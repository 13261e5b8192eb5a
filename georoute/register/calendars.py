"""Working calendars: weekdays, days off, public holidays by the kept library."""

from __future__ import annotations

from dataclasses import dataclass
from types import MappingProxyType
from typing import TYPE_CHECKING

import holidays

from georoute.domain.people import WorkingCalendar
from georoute.register.codes import Code, nearest_words, new_finding

if TYPE_CHECKING:
    from collections.abc import Mapping
    from datetime import date

    from georoute.domain.findings import Finding
    from georoute.register.schema import CalendarKeys, CalendarSection

__all__ = ["CalendarRules", "calendar_of", "merged", "unknown_holidays"]

_MONDAY_TO_FRIDAY = frozenset({1, 2, 3, 4, 5})


@dataclass(frozen=True, slots=True, kw_only=True)
class CalendarRules:
    """The rules of one inspector's calendar, shared ones included."""

    weekdays: frozenset[int]
    days_off: frozenset[date]
    country: str
    subdivision: str
    extra: Mapping[date, str]


def merged(shared: CalendarSection, own: CalendarKeys) -> CalendarRules:
    """Return an inspector's rules: days off and extra holidays add up, the rest is replaced."""
    weekdays = own.weekdays if own.weekdays is not None else shared.weekdays
    country, subdivision = own.holiday_country, own.holiday_subdivision
    if country is None:
        country = shared.holiday_country
        subdivision = shared.holiday_subdivision if subdivision is None else subdivision
    extra = {
        day.date: day.name or "holiday" for day in (*shared.extra_holidays, *own.extra_holidays)
    }
    return CalendarRules(
        weekdays=_MONDAY_TO_FRIDAY if weekdays is None else frozenset(weekdays),
        days_off=frozenset((*shared.days_off, *own.days_off)),
        country=(country or "").strip(),
        subdivision=(subdivision or "").strip(),
        extra=MappingProxyType(extra),
    )


def unknown_holidays(keys: CalendarKeys, *, country: str, subdivision: str) -> Finding | None:
    """Return a fault where the holiday library does not know a country or its part.

    Parameters
    ----------
    keys
        The section the country was written in; the finding names its key.
    country
        Code of the country; ``""`` asks for no holidays.
    subdivision
        Code of its part; ``""`` asks for those of the whole country.

    Returns
    -------
    Finding or None
        The fault, without its place in the file.
    """
    if not country and not subdivision:
        return None
    known = holidays.list_supported_countries(include_aliases=True)
    if country not in known:
        column = "holiday_country" if keys.holiday_country is not None else "holiday_subdivision"
        return new_finding(
            Code.UNKNOWN_HOLIDAYS,
            f"no holidays are known for the country `{country}`",
            f"write its two-letter code (ISO 3166-1): {_close_countries(country, known)}; "
            "or leave it empty and list extra_holidays",
            column=column,
            value=country,
        )
    parts = known[country]
    if subdivision and subdivision not in parts:
        return new_finding(
            Code.UNKNOWN_HOLIDAYS,
            f"no holidays are known for the part `{subdivision}` of `{country}`",
            nearest_words(subdivision, parts),
            column="holiday_subdivision",
            value=subdivision,
        )
    return None


def _close_countries(country: str, known: Mapping[str, object]) -> str:
    upper = country.upper()
    if upper in known:
        return f"`{upper}`"
    starts = [code for code in known if upper[:1] and code.startswith(upper[:1])]
    return "for instance " + ", ".join(f"`{code}`" for code in starts[:6] or ["CL", "DE", "GB"])


def calendar_of(rules: CalendarRules, *, first: date, last: date) -> WorkingCalendar:
    """Return the calendar of a horizon; only holidays within it are kept.

    Parameters
    ----------
    rules
        Rules whose country and part are known.
    first, last
        First and last date of the horizon.

    Returns
    -------
    WorkingCalendar
        Holidays carry their names in the country's own language.
    """
    found: dict[date, str] = {}
    if rules.country:
        years = range(first.year, last.year + 1)
        listed = holidays.country_holidays(
            rules.country, subdiv=rules.subdivision or None, years=years, expand=False
        )
        # Named in the country's own language; else the language of the machine would decide.
        language = listed.default_language
        if language is not None:
            listed = holidays.country_holidays(
                rules.country,
                subdiv=rules.subdivision or None,
                years=years,
                expand=False,
                language=language,
            )
        found = {day: str(name) for day, name in sorted(listed.items())}
    found |= dict(rules.extra)
    return WorkingCalendar(
        weekdays=rules.weekdays,
        days_off=rules.days_off,
        holidays=MappingProxyType({d: found[d] for d in sorted(found) if first <= d <= last}),
    )
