"""Read a register from an Excel workbook (.xlsx, .xlsm)."""

from __future__ import annotations

import io
import re
import struct
import warnings
import zipfile
import zlib
from datetime import date, datetime, timedelta
from typing import TYPE_CHECKING, Any

import openpyxl
from openpyxl.utils.exceptions import InvalidFileException

from georoute.register.codes import Code, nearest_words, new_finding
from georoute.register.tables import (
    Cell,
    RawRow,
    RawTable,
    UnreadableFileError,
    Unusable,
    drop_empty_rows,
    is_blank,
    padded,
)

if TYPE_CHECKING:
    from collections.abc import Iterator, Sequence

    from openpyxl.workbook.workbook import Workbook

    from georoute.domain.findings import Finding

__all__ = ["read_workbook"]

_DAMAGED = (
    # What openpyxl was seen to let through for files that are not, or only partly, workbooks.
    InvalidFileException,
    zipfile.BadZipFile,
    zlib.error,
    struct.error,
    SyntaxError,  # ElementTree.ParseError is one
    ArithmeticError,
    AssertionError,
    AttributeError,
    EOFError,
    LookupError,
    NotImplementedError,
    OSError,
    RuntimeError,
    TypeError,
    ValueError,
)

_FORMULA = re.compile(rb"<(?:\w+:)?f[\s>/]")


def read_workbook(data: bytes, *, sheet: str | None) -> RawTable:
    """Read one sheet of a workbook.

    Parameters
    ----------
    data
        The bytes of the file.
    sheet
        Name of the sheet; ``None`` takes the first, and says so where there are several.

    Returns
    -------
    RawTable
        Cells as numbers, dates and text; a formula whose value was never computed and a
        spreadsheet error are `Unusable`.

    Raises
    ------
    UnreadableFileError
        If the file is no workbook, has no such sheet, or the sheet is empty.
    """
    if not data:
        raise UnreadableFileError([_empty("the file is empty")])
    try:
        values = _open(data, values=True)
        name, notes = _choose_sheet(values, sheet)
        rows = list(_value_rows(values, name))
        values.close()
        if _has_formulas(data):
            rows = _mark_formulas(rows, data, name)
    except UnreadableFileError:
        raise
    except _DAMAGED as error:
        raise UnreadableFileError([_damaged()]) from error
    return _table(rows, notes, name)


def _damaged() -> Finding:
    return new_finding(
        Code.DAMAGED_FILE,
        "the file is not a readable .xlsx workbook (damaged, protected by a password, or renamed)",
        "open it in the spreadsheet program and save it anew as .xlsx without a password",
    )


def _empty(message: str) -> Finding:
    return new_finding(
        Code.EMPTY_FILE, message, "write a row of headers, then one row per site, and save it"
    )


def _open(data: bytes, *, values: bool) -> Workbook:
    with warnings.catch_warnings():
        # Styles, validations and extensions that openpyxl passes over have no bearing on values.
        warnings.simplefilter("ignore")
        return openpyxl.load_workbook(io.BytesIO(data), read_only=True, data_only=values)


def _choose_sheet(book: Workbook, wanted: str | None) -> tuple[str, list[Finding]]:
    names = [sheet.title for sheet in book.worksheets]
    if not names:
        raise UnreadableFileError([_empty("the workbook has no sheet with cells")])
    listed = ", ".join(f"`{name}`" for name in names)
    if wanted is not None:
        if wanted in names:
            return wanted, []
        fault = new_finding(
            Code.WRONG_SHEET,
            f"the workbook has no sheet `{wanted}`; its sheets are {listed}",
            f"name one of its sheets: {nearest_words(wanted, names)}",
            column="sheet",
            value=wanted,
        )
        raise UnreadableFileError([fault])
    if len(names) == 1:
        return names[0], []
    note = new_finding(
        Code.SHEET_ASSUMED,
        f"the workbook has {len(names)} sheets ({listed}); the first, `{names[0]}`, was read",
        "name the sheet in the programme ([register] sheet) if that is not right",
        value=names[0],
    )
    return names[0], [note]


def _iterate(book: Workbook, name: str) -> Iterator[tuple[Any, ...]]:
    sheet: Any = book[name]
    sheet.reset_dimensions()  # some writers state a wrong extent
    with warnings.catch_warnings():
        warnings.simplefilter("ignore")  # as in _open: cells are read only now
        yield from sheet.iter_rows()


def _value_rows(book: Workbook, name: str) -> Iterator[tuple[Cell, ...]]:
    for cells in _iterate(book, name):
        yield tuple(_cell(cell) for cell in cells)


def _cell(cell: Any) -> Cell:  # noqa: ANN401 - openpyxl's read-only cells share no type
    value = cell.value
    if value is None:
        return None
    if cell.data_type == "e":
        return Unusable(code=Code.ERROR_CELL, text=str(value))
    if isinstance(value, int) and not isinstance(value, bool):
        return padded(value, cell.number_format) or value
    if isinstance(value, timedelta):
        return str(value)
    if isinstance(value, (str, int, float, bool, datetime, date)):
        return value
    return str(value)


def _has_formulas(data: bytes) -> bool:
    """Look for formulas in the sheets' own text: a second reading costs as much as the first."""
    with zipfile.ZipFile(io.BytesIO(data)) as archive:
        return any(
            _FORMULA.search(archive.read(name)) is not None
            for name in archive.namelist()
            if name.startswith("xl/worksheets/")
        )


def _mark_formulas(rows: list[tuple[Cell, ...]], data: bytes, name: str) -> list[tuple[Cell, ...]]:
    """Mark cells that have a formula and no value."""
    book = _open(data, values=False)
    marked = list(rows)
    for k, cells in enumerate(_iterate(book, name)):
        if k >= len(rows):
            break
        found = list(rows[k])
        for j, cell in enumerate(cells[: len(found)]):
            if found[j] is None and cell.data_type == "f":
                found[j] = Unusable(code=Code.FORMULA_WITHOUT_VALUE, text=_formula_text(cell.value))
        marked[k] = tuple(found)
    book.close()
    return marked


def _formula_text(value: object) -> str:
    return value if isinstance(value, str) else "=…"


def _table(rows: Sequence[tuple[Cell, ...]], notes: list[Finding], name: str) -> RawTable:
    start = next((k for k, row in enumerate(rows) if not all(map(is_blank, row))), None)
    if start is None:
        raise UnreadableFileError([_empty(f"the sheet `{name}` is empty")])
    width = max(map(_used, rows[start:]))
    body = [
        RawRow(number=k + 1, cells=_fitted(rows[k], width)) for k in range(start + 1, len(rows))
    ]
    return RawTable(
        headers=tuple(_header_text(cell) for cell in _fitted(rows[start], width)),
        rows=drop_empty_rows(body),
        findings=tuple(notes),
        header_row=start + 1,
    )


def _header_text(cell: Cell) -> str:
    if isinstance(cell, str):
        return cell
    return "" if cell is None else str(cell.text if isinstance(cell, Unusable) else cell)


def _used(row: Sequence[Cell]) -> int:
    """Return the number of cells up to the last one with content."""
    return max((k + 1 for k, cell in enumerate(row) if not is_blank(cell)), default=0)


def _fitted(row: Sequence[Cell], width: int) -> tuple[Cell, ...]:
    """Bring a row to the width of the sheet; it has no ragged rows, only empty cells."""
    return (*row[:width], *([None] * (width - len(row))))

• • • •

▶ _Exercise aim_: Where a line of the material holds the word "have", copy that line.

▶ _Solved problem_:
        # Styles, validations and extensions that openpyxl passes over have no bearing on values.
    """Mark cells that have a formula and no value."""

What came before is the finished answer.